Praxisfremdes Bürokratiemonster muss zurück an den Start

Zwei Vorhaben mit Auswirkungen auf die Medikamenten-Versorgungssicherheit stehen heute auf der Tagesordnung des EU-Rates für Beschäftigung, Sozialpolitik, Gesundheit und Verbraucherschutz (EPSCO): Der „Critical Medicines Act“ enthält durchaus positive Ansätze, etwa das Bestbieterprinzip, das eine Bevorzugung europäischer Produkte ermöglicht, sowie die geplante Verkürzung von Genehmigungsverfahren für neue Betriebsansiedlungen. Zu befürchten ist aber, dass die geplanten gemeinsamen Ausschreibungen zu noch mehr Preisdruck und in weiterer Folge weniger Anbietern führen würden. Ebenso wurde die Chance auf EU-weit abgestimmte Regelungen zur Bevorratung verpasst.

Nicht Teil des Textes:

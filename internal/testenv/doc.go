// Package testenv gives tests the real servers they run against: the
// shared Mosquitto broker and InfluxDB 1.8 server that scripts/testenv.sh
// starts for `make test`, and private instances a test can stop, kill and
// restart on its own.
//
// # Shared servers
//
// MQTT and Influx read the PLUMBLINE_TEST_* environment variables that
// scripts/testenv.sh exports. When a variable is missing they call
// t.Fatal with a message telling how to run the suite; they never skip,
// because a test that silently does not run cannot fail. Tests that share
// a server must keep to their own topics, sensors and run tags, or create
// their own database with CreateDatabase.
//
// # Private servers
//
// StartMosquitto and StartInflux start a process of their own on a free
// loopback port with its data under t.TempDir(). The process belongs to
// the returned value: Stop, Kill, Start and Restart keep the same port
// and data folder, so a test can simulate an outage or a crash and find
// the server again where it was. t.Cleanup stops the process; on Linux the
// process is also killed when the test binary dies (Pdeathsig). The
// binaries come from PLUMBLINE_MOSQUITTO_BIN and PLUMBLINE_INFLUXD_BIN.
//
// # Configuration
//
// Both the script and this package configure Mosquitto with persistence,
// max_queued_messages 0 (no silent queue limit), max_inflight_messages
// 1000 and anonymous access on 127.0.0.1 only, and InfluxDB with
// reporting disabled, Flux enabled, authentication off, the internal
// monitor store off and both the HTTP and the RPC listener on loopback.
//
// Every helper here may only be called from the test goroutine (it calls
// t.Fatal).
package testenv
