package source

import (
	"context"
	"errors"
	"sync"
	"time"

	"plumbline/model/telemetry"
)

// readAheadBatch is the number of readings handed over at a time, and
// readAheadBatches how many batches may wait: about 1.5 MB of readings
// held at most, whatever the length of the period.
const (
	readAheadBatch   = 4096
	readAheadBatches = 4
)

// errConsumer stops the reading goroutine after fn failed.
var errConsumer = errors.New("source: read ahead: the consumer stopped")

// ReadAhead is src.Read with the reading (parsing, decoding, sorting)
// done on a second goroutine while fn runs on the caller's: a replay
// uses two cores where one does the detector's work. fn sees the same
// readings in the same order, from the caller's goroutine only, so what
// fn computes is as with src.Read. The goroutine is started and joined
// within the call. Errors are as src.Read's: fn's error comes back as it
// is (and stops the reading), a source error after the readings it let
// through.
func ReadAhead(ctx context.Context, src Source, from, to time.Time, sensors []string, fn func(telemetry.Reading) error) error {
	rctx, cancel := context.WithCancelCause(ctx)
	defer cancel(nil)
	full := make(chan []telemetry.Reading, readAheadBatches)
	free := make(chan []telemetry.Reading, readAheadBatches+2)
	for i := 0; i < readAheadBatches+2; i++ {
		free <- make([]telemetry.Reading, 0, readAheadBatch)
	}
	var readErr error
	var wg sync.WaitGroup
	wg.Add(1)
	go func() {
		defer wg.Done()
		defer close(full)
		batch := <-free
		readErr = src.Read(rctx, from, to, sensors, func(r telemetry.Reading) error {
			batch = append(batch, r)
			if len(batch) < readAheadBatch {
				return nil
			}
			select {
			case full <- batch:
				// Handed over: the consumer owns it now. If the wait for a
				// free one is cut short, nothing is left to flush (sending
				// it again would hand one buffer over twice and overfill
				// free).
				batch = nil
			case <-rctx.Done():
				return context.Cause(rctx)
			}
			select {
			case batch = <-free:
			case <-rctx.Done():
				return context.Cause(rctx)
			}
			return nil
		})
		if len(batch) > 0 {
			select {
			case full <- batch:
			case <-rctx.Done():
			}
		}
	}()
	var fnErr error
	for batch := range full {
		if fnErr == nil {
			for _, r := range batch {
				if err := fn(r); err != nil {
					fnErr = err
					cancel(errConsumer)
					break
				}
			}
		}
		clear(batch)
		free <- batch[:0]
	}
	wg.Wait()
	if fnErr != nil {
		return fnErr
	}
	return readErr
}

Gleichzeitig sorgt die Novellierung der Kommunalen Abwasser-Richtlinie KARL weiterhin für Alarmstimmung in der pharmazeutischen Industrie. Besonders die erweiterte Herstellerverantwortung, die Pharma- und Kosmetikunternehmen künftig zur Finanzierung einer vierten Reinigungsstufe verpflichten soll, wird die ohnehin schon angespannte Versorgungssicherheit weiter reduzieren. Deshalb wird beim heutigen EPSCO-Rat von einigen Mitgliedstaaten – darunter auch Österreich – eine vertiefte Analyse der Preis- und Versorgungseffekte einfordert.

„Eine Richtlinie dieser Tragweite darf nicht ohne fundierte Folgenabschätzung umgesetzt werden, die auf die Versorgungssicherheit Rücksicht nimmt. Wir sehen es als positives Signal, dass die österreichische Regierung im Sinne der heimischen Patienten nun dafür auf Brüsseler Ebene eintritt“, erklärt Sylvia Hofinger, Geschäftsführerin des Fachverbands der Chemischen Industrie Österreichs (FCIO).

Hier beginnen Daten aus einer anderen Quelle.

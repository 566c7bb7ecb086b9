package testenv

import (
	"bytes"
	"fmt"
	"os"
	"os/exec"
	"sync"
	"syscall"
	"testing"
	"time"
)

// process is one server process started from a fixed command line, which
// can be stopped and started again any number of times. Output goes to a
// log file that is appended to across restarts.
type process struct {
	name    string
	bin     string
	args    []string
	logPath string
	ready   func() error // nil when the server answers

	mu   sync.Mutex
	cmd  *exec.Cmd
	done chan struct{} // closed when cmd has exited
}

// start launches the process and waits up to 60 s until ready answers.
func (p *process) start() error {
	p.mu.Lock()
	defer p.mu.Unlock()
	if p.cmd != nil {
		return fmt.Errorf("%s: already running", p.name)
	}
	logf, err := os.OpenFile(p.logPath, os.O_CREATE|os.O_WRONLY|os.O_APPEND, 0o644)
	if err != nil {
		return fmt.Errorf("%s: log: %w", p.name, err)
	}
	cmd := exec.Command(p.bin, p.args...)
	cmd.Stdout = logf
	cmd.Stderr = logf
	cmd.SysProcAttr = sysProcAttr()
	if err := cmd.Start(); err != nil {
		logf.Close()
		return fmt.Errorf("%s: start %s: %w", p.name, p.bin, err)
	}
	done := make(chan struct{})
	// The waiter goroutine belongs to this process value; it ends when
	// the process exits, which stop and t.Cleanup guarantee.
	go func() {
		_ = cmd.Wait()
		logf.Close()
		close(done)
	}()
	p.cmd, p.done = cmd, done

	deadline := time.Now().Add(60 * time.Second)
	for {
		select {
		case <-done:
			p.cmd = nil
			return fmt.Errorf("%s exited during start-up: %s", p.name, p.logTail())
		default:
		}
		err := p.ready()
		if err == nil {
			return nil
		}
		if time.Now().After(deadline) {
			p.stopLocked(syscall.SIGKILL)
			return fmt.Errorf("%s did not answer within 60 s (%v): %s", p.name, err, p.logTail())
		}
		time.Sleep(50 * time.Millisecond)
	}
}

// stop sends sig and waits for the process to exit (SIGKILL after 15 s).
// Stopping a stopped process does nothing.
func (p *process) stop(sig syscall.Signal) {
	p.mu.Lock()
	defer p.mu.Unlock()
	p.stopLocked(sig)
}

func (p *process) stopLocked(sig syscall.Signal) {
	if p.cmd == nil {
		return
	}
	_ = p.cmd.Process.Signal(sig)
	select {
	case <-p.done:
	case <-time.After(15 * time.Second):
		_ = p.cmd.Process.Kill()
		<-p.done
	}
	p.cmd, p.done = nil, nil
}

func (p *process) running() bool {
	p.mu.Lock()
	defer p.mu.Unlock()
	return p.cmd != nil
}

// logTail returns the last lines of the log for error messages.
func (p *process) logTail() string {
	b, err := os.ReadFile(p.logPath)
	if err != nil {
		return "(no log: " + err.Error() + ")"
	}
	if len(b) > 2000 {
		b = b[len(b)-2000:]
	}
	b = bytes.TrimSpace(b)
	if len(b) == 0 {
		return "(log " + p.logPath + " is empty)"
	}
	return "log " + p.logPath + ":\n" + string(b)
}

// register stops the process when the test ends.
func (p *process) register(t testing.TB) {
	t.Cleanup(func() { p.stop(syscall.SIGTERM) })
}
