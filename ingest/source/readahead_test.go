package source

import (
	"context"
	"errors"
	"fmt"
	"runtime"
	"testing"
	"time"

	"plumbline/model/telemetry"
)

// listSource delivers its readings in order, checking ctx, then fails
// with err (nil: none).
type listSource struct {
	rs  []telemetry.Reading
	err error
}

func (l listSource) Read(ctx context.Context, from, to time.Time, sensors []string, fn func(telemetry.Reading) error) error {
	for i, r := range l.rs {
		if i%1000 == 0 {
			if err := ctx.Err(); err != nil {
				return err
			}
		}
		if err := fn(r); err != nil {
			return err
		}
	}
	return l.err
}

func readings(n int) []telemetry.Reading {
	t0 := time.Date(2026, 3, 2, 0, 0, 0, 0, time.UTC)
	rs := make([]telemetry.Reading, n)
	for i := range rs {
		rs[i] = telemetry.Reading{Sensor: fmt.Sprint("S", i%7), Time: t0.Add(time.Duration(i/7) * time.Minute), Value: float64(i)}
	}
	return rs
}

// ReadAhead hands fn what Read hands it, in the same order (the
// reference is the list itself), for lengths around the batch size;
// a source's error comes back after every reading it let through.
func TestReadAheadSameReadings(t *testing.T) {
	bad := errors.New("store went away")
	for _, n := range []int{0, 1, readAheadBatch - 1, readAheadBatch, readAheadBatch + 1, 5*readAheadBatch + 17, 40 * readAheadBatch} {
		for _, srcErr := range []error{nil, bad} {
			src := listSource{rs: readings(n), err: srcErr}
			var got []telemetry.Reading
			err := ReadAhead(context.Background(), src, time.Time{}, time.Time{}, nil, func(r telemetry.Reading) error {
				got = append(got, r)
				return nil
			})
			if !errors.Is(err, srcErr) || (srcErr == nil) != (err == nil) {
				t.Fatalf("n=%d: error %v, want %v", n, err, srcErr)
			}
			if len(got) != n {
				t.Fatalf("n=%d: %d readings delivered", n, len(got))
			}
			for i := range got {
				if got[i] != src.rs[i] {
					t.Fatalf("n=%d: reading %d is %+v, want %+v", n, i, got[i], src.rs[i])
				}
			}
		}
	}
}

// An error from fn comes back as it is, stops the reading goroutine and
// no reading after it reaches fn; a cancelled context stops the read.
// No goroutine is left behind either way.
func TestReadAheadStops(t *testing.T) {
	before := runtime.NumGoroutine()
	stop := errors.New("detector failed")
	src := listSource{rs: readings(50 * readAheadBatch)}
	n := 0
	err := ReadAhead(context.Background(), src, time.Time{}, time.Time{}, nil, func(r telemetry.Reading) error {
		n++
		if n == 3*readAheadBatch+5 {
			return stop
		}
		return nil
	})
	if err != stop || n != 3*readAheadBatch+5 {
		t.Fatalf("error %v after %d readings, want the consumer's error after %d", err, n, 3*readAheadBatch+5)
	}
	ctx, cancel := context.WithCancel(context.Background())
	n = 0
	err = ReadAhead(ctx, src, time.Time{}, time.Time{}, nil, func(r telemetry.Reading) error {
		n++
		if n == 2*readAheadBatch {
			cancel()
		}
		return nil
	})
	if !errors.Is(err, context.Canceled) || n >= len(src.rs) {
		t.Fatalf("after cancel: error %v with %d of %d readings", err, n, len(src.rs))
	}
	time.Sleep(10 * time.Millisecond)
	if g := runtime.NumGoroutine(); g > before {
		t.Fatalf("%d goroutines after, %d before", g, before)
	}
}
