NkTable read_nk_yaml(const std::string& path, NegativeK negative_k) {
    const std::string text = detail::read_text_file(path);
    const auto items = yaml_data_items(text, path);
    const YamlItem* nk = nullptr;
    const YamlItem* n_only = nullptr;
    const YamlItem* k_only = nullptr;
    for (const auto& it : items) {
        if (it.type == "tabulated nk" && nk == nullptr) nk = &it;
        if (it.type == "tabulated n" && n_only == nullptr) n_only = &it;
        if (it.type == "tabulated k" && k_only == nullptr) k_only = &it;
    }
    if (nk != nullptr)
        return validate_file_rows(item_rows(*nk, path, 3, {"wavelength_um", "n", "k"}), path,
                                  "refractiveindex.info YAML, tabulated nk", negative_k);
    if (n_only != nullptr && k_only != nullptr) {
        const auto n_rows = item_rows(*n_only, path, 2, {"wavelength_um", "n"});
        const auto k_rows = item_rows(*k_only, path, 2, {"wavelength_um", "k"});
        check_single_column(n_rows, path, "tabulated n");
        check_single_column(k_rows, path, "tabulated k");
        const double lo =
            std::max(n_rows.front().row.wavelength_um, k_rows.front().row.wavelength_um);
        const double hi =
            std::min(n_rows.back().row.wavelength_um, k_rows.back().row.wavelength_um);
        if (!(hi > lo))
            data_file_error(path, "the 'tabulated n' and 'tabulated k' items do not overlap in "
                                  "wavelength");
        // Both grids' wavelengths within the common range; each column interpolated onto them.
        std::vector<double> grid;
        for (const auto* rows : {&n_rows, &k_rows})
            for (const auto& r : *rows)
                if (r.row.wavelength_um >= lo && r.row.wavelength_um <= hi)
                    grid.push_back(r.row.wavelength_um);
        std::sort(grid.begin(), grid.end());
        grid.erase(std::unique(grid.begin(), grid.end()), grid.end());
        std::vector<LineRow> merged;
        for (double x : grid)
            merged.push_back(
                {0, NkRow{x, table_value(n_rows, x, false), table_value(k_rows, x, true)}});
        return validate_rows(merged, path, "refractiveindex.info YAML, tabulated n + tabulated k",
                             negative_k, [&](std::size_t i) {
                                 return "merged row at " + num(merged[i].row.wavelength_um) + " um";
                             });
    }
    std::string types;
    for (const auto& it : items)
        types += (types.empty() ? "'" : ", '") + it.type + "'";
    for (const auto& it : items)
        if (it.type.starts_with("formula"))
            data_file_error(path, it.type_line,
                            "the entry gives n as a dispersion formula (" + it.type +
                                "); holdfast reads tabulated data only. Tabulate the formula "
                                "as wavelength_um n k rows, or pick a tabulated entry");
    data_file_error(path, "no 'tabulated nk' item, nor a 'tabulated n' + 'tabulated k' pair, "
                          "in DATA (found " +
                              types + ")");
}
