// D_n(z) for n = 0..lanes*steps - 1 into d_re, d_im (the caller needs n = 0..n_terms, so
// lanes*steps > n_terms), from the start n_start >= downward_start(|z|, n_terms) with the
// usual arbitrary psi_{n_start+1} = 0, psi_{n_start} = 1.
HOLDFAST_MIE_INLINE void log_derivative_lanes(cplx z, int n_terms, double* d_re, double* d_im) {
    const cplx inv_z = 1.0 / z;
    const double iz_re = inv_z.real();
    const double iz_im = inv_z.imag();
    const int stored_steps = (n_terms + 1 + lanes - 1) / lanes; // steps n = 1..lanes*stored
    const int stored_top = lanes * stored_steps;
    const int start = detail::downward_start(std::abs(z), n_terms);
    const int free_steps = std::max(1, (start - stored_top + lanes - 1) / lanes);

    // A and B above the stored range: only the vector at its top is needed.
    LaneMatrices t;
    transfer_matrices(iz_re, iz_im, stored_top + 1, free_steps, t);
    cplx up(0.0, 0.0);
    cplx cur(1.0, 0.0);
    for (int j = lanes - 1; j >= 0; --j)
        apply_transfer(t, j, up, cur);

    // A and B over the stored range: the start vector of every lane.
    transfer_matrices(iz_re, iz_im, 1, stored_steps, t);
    LaneVectors v;
    for (int j = lanes - 1; j >= 0; --j) {
        v.up_re[j] = up.real();
        v.up_im[j] = up.imag();
        v.cur_re[j] = cur.real();
        v.cur_im[j] = cur.imag();
        if (j > 0) apply_transfer(t, j, up, cur);
    }

    // C: D_{n-1} = n/z - psi_n / psi_{n-1} (psi_{n-1}' = (n/z) psi_{n-1} - psi_n), the division
    // written as multiplication by the conjugate over |psi_{n-1}|^2: one real division.
    double nd[lanes];
    for (int j = 0; j < lanes; ++j)
        nd[j] = (j + 1) * stored_steps;
    for (int s = 0; s < stored_steps; ++s) {
        for (int j = 0; j < lanes; ++j) {
            const double f = 2.0 * nd[j] + 1.0;
            const double a_re = f * iz_re;
            const double a_im = f * iz_im;
            const double lo_re = a_re * v.cur_re[j] - a_im * v.cur_im[j] - v.up_re[j];
            const double lo_im = a_re * v.cur_im[j] + a_im * v.cur_re[j] - v.up_im[j];
            const double inv = 1.0 / (lo_re * lo_re + lo_im * lo_im);
            const double q_re = (v.cur_re[j] * lo_re + v.cur_im[j] * lo_im) * inv;
            const double q_im = (v.cur_im[j] * lo_re - v.cur_re[j] * lo_im) * inv;
            const int n = (j + 1) * stored_steps - s;
            d_re[n - 1] = nd[j] * iz_re - q_re;
            d_im[n - 1] = nd[j] * iz_im - q_im;
            v.up_re[j] = v.cur_re[j];
            v.up_im[j] = v.cur_im[j];
            v.cur_re[j] = lo_re;
            v.cur_im[j] = lo_im;
            nd[j] -= 1.0;
        }
        if (s % rescale_every == rescale_every - 1) {
            for (int j = 0; j < lanes; ++j) {
                const double size =
                    std::max(std::max(std::abs(v.up_re[j]), std::abs(v.up_im[j])),
                             std::max(std::abs(v.cur_re[j]), std::abs(v.cur_im[j])));
                const double g = size > big ? shrink : 1.0;
                v.up_re[j] *= g;
                v.up_im[j] *= g;
                v.cur_re[j] *= g;
                v.cur_im[j] *= g;
            }
        }
    }
}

Ziel richtig, Umsetzung nicht praxistauglich

Mit einer vierten Reinigungsstufe soll die Belastung durch Mikroschadstoffe reduziert werden – ein grundsätzlich sinnvolles Ziel. Die nun vorliegende Richtlinie ist dafür jedoch kein taugliches Instrument, weil zentrale rechtliche Grundsätze wie das Verursacher- und Verhältnismäßigkeitsprinzip missachtet werden. Die Europäische Kommission stellt Pharma- und Kosmetikunternehmen als Hauptverursacher dar, obwohl wissenschaftliche Studien zeigen, dass ihr Beitrag nur rund 14 Prozent ausmacht. Auch die eigenen Daten der Kommission weisen den größten Teil der toxischen Belastung – etwa 70 Prozent – dem Stoff Nonylphenol zu, der in der EU seit über 20 Jahren verboten ist und vor allem aus importierter Billigmode aus Fernost stammt. „Zugespitzt ausgedrückt: Die Pharma- und Kosmetikfirmen sollen künftig dafür zahlen, dass Schadstoffe, die aus der sogenannten Wegwerfmode ins Abwasser kommen, wieder herausgefiltert werden“, erklärt Hofinger.

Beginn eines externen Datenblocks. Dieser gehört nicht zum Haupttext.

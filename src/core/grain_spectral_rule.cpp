// A fixed quadrature rule for spectrum-averaged efficiencies <Q_pr>(s), <Q_abs>(s), fast for
// nearly transparent and coated grains as well as for absorbing ones.
//
// References
//   van de Hulst, H. C. 1957, Light Scattering by Small Particles (Wiley; Dover 1981),
//     sec. 11.22-11.23: the interference structure of Q(x) for m close to 1 has the phase
//     rho = 2 x (n - 1), so its period in x is about pi / |n - 1|; ch. 12 and 17: geometric
//     optics as the large-sphere limit.
//   Chylek, P. 1976, J. Opt. Soc. Am. 66, 285: the resonances (ripple) of weakly absorbing
//     spheres are narrow spikes whose width shrinks with k and with x.
//   Gauss-Legendre rules: Abramowitz & Stegun 1964, 25.4.29 (nodes and weights from GSL's
//     gsl_integration_glfixed_table).
//
// Why not the adaptive quadrature (spectral_mean.cpp). For a weakly absorbing sphere
// (ice, k = 1e-4) Q(x) is a smooth interference structure plus thousands of narrow resonance
// spikes. An adaptive rule bisects onto every spike it notices and, for a 200-radius curve to
// 1 mm, took minutes (the shipped ice curve failed after 8 minutes on a roundoff test). Nor
// can the spikes simply be skipped: measured, their share of <Q_pr> is ~1e-3 at x ~ 30-300
// for k = 1e-4, because the ones that carry area are as wide as their absorption width
// 2 k x / n. A fixed rule fine enough to resolve those costs little if the work is shared
// between radii, which panels fixed in x allow.
//
// Method. With v = ln x, x = 2 pi s / lambda, the mean is
//   <Q>(s) = int Q(x) F(lambda) lambda dv / int F(lambda) lambda dv  over the band,
// both integrals by the same composite 8-point Gauss-Legendre rule. The coarse panels are
// [j h, (j + 1) h] in v (h = 0.0625 by default), the same for every radius; each is cut into
// equal fine panels (FixedRuleCurve::subdivisions):
//   - none for x < 2 (no resonances yet) and above the large-sphere limit (smooth models);
//   - between them, fine panels 12 k wide in v (k the smallest over the band and the
//     components; at least 0.00125 by default), which puts 8 nodes within ~2.5 absorption
//     widths of a resonance, and no longer than half an interference period pi / nu in x
//     (nu = max(|n - 1|, 0.1)) while k x < 3 (beyond, the interference is damped away).
// For an index that does not depend on wavelength Q depends on x alone: each coarse panel's Q
// is computed once per curve and turned into product-integration weights against the 8 coarse
// Gauss nodes (the spectrum, smooth on the panel, is interpolated through them), so a further
// radius costs 8 values of the spectrum per coarse panel; only the two panels cut by the
// band's ends are integrated fine panel by fine panel. Indices that vary with wavelength use
// the adaptive quadrature instead (grain_optics.cpp): Q would change at every radius.
//
// Large spheres (x above large_sphere_from_x, default 1000, rounded up to a coarse edge). A
// homogeneous sphere uses geometric optics (mie_geometric_optics) plus R(x)/x. Up to k x = 1
// (at most x = 2e4), R is the Hann-window average of x (series - geometric optics) at three
// sizes per decade, interpolated (cubic in ln x): for small k a single value of the series
// carries the interference and the resonances, and the residual's mean changes with k x (from
// about 5.4/x to 8/x for ice), which the form a/x + b x^(-4/3) fitted at two sizes misses by
// 3e-4 in <Q_pr>. Beyond k x = 1 the resonances are damped and R = a + b x^(-1/3) is fitted
// to single values of the series at two sizes, which is grain_efficiencies' shortcut. A coated
// sphere has no geometric-optics model here: where its mantle absorbs everything that reaches
// the core (2 k_mantle x (1 - f) >= 12) it is the homogeneous sphere of the mantle material;
// otherwise its Q is the Hann-window average of its series over 4 interference periods at
// three sizes per decade, interpolated (cubic in ln x). Either way a curve no longer sums
// the series at every node up to the largest x.
//
// Accuracy (README "Spectral means", tests/grain_optics_test.cpp): against the adaptive quadrature
// at tolerance 1e-8 with the exact series at every size, or against this rule with panels a quarter
// as wide and the exact series at every size, <Q_pr> is within 4e-5 relative and <Q_abs> within
// 6e-5 for the shipped materials, porous ice-like and ice-coated grains.
#include "grain_spectral_rule.hpp"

Die ursprüngliche Kostenabschätzung der EU-Kommission lag um den Faktor 10 daneben. Für Österreich ist mit jährlichen Mehrkosten von rund 150 Mio. Euro zu rechnen. „Bei Produkten mit ohnehin knappen Margen führt jede zusätzliche Kostenlast dazu, dass Medikamente vom Markt verschwinden. Hier wird vermeintlicher Umweltschutz auf dem Rücken der Patient:innen betrieben“, warnt Hofinger. Besonders gefährdet wären essenzielle Wirkstoffe wie gängige Antibiotika, Schmerz- und Fiebermittel sowie Herz-Kreislauf-Präparate, also die Basisversorgung.

Wachsende Kritik aus Europa erhöht Reformdruck

Polen und mehrere europäische Verbände haben wegen der genannten Rechtsverstöße bereits Klage vor dem EuGH gegen die KARL eingebracht. Auch der heutige Vorstoß im EPSCO-Rat, die Preis- und Versorgungsfolgen offiziell prüfen zu lassen, erhöht den politischen Druck auf die Kommission.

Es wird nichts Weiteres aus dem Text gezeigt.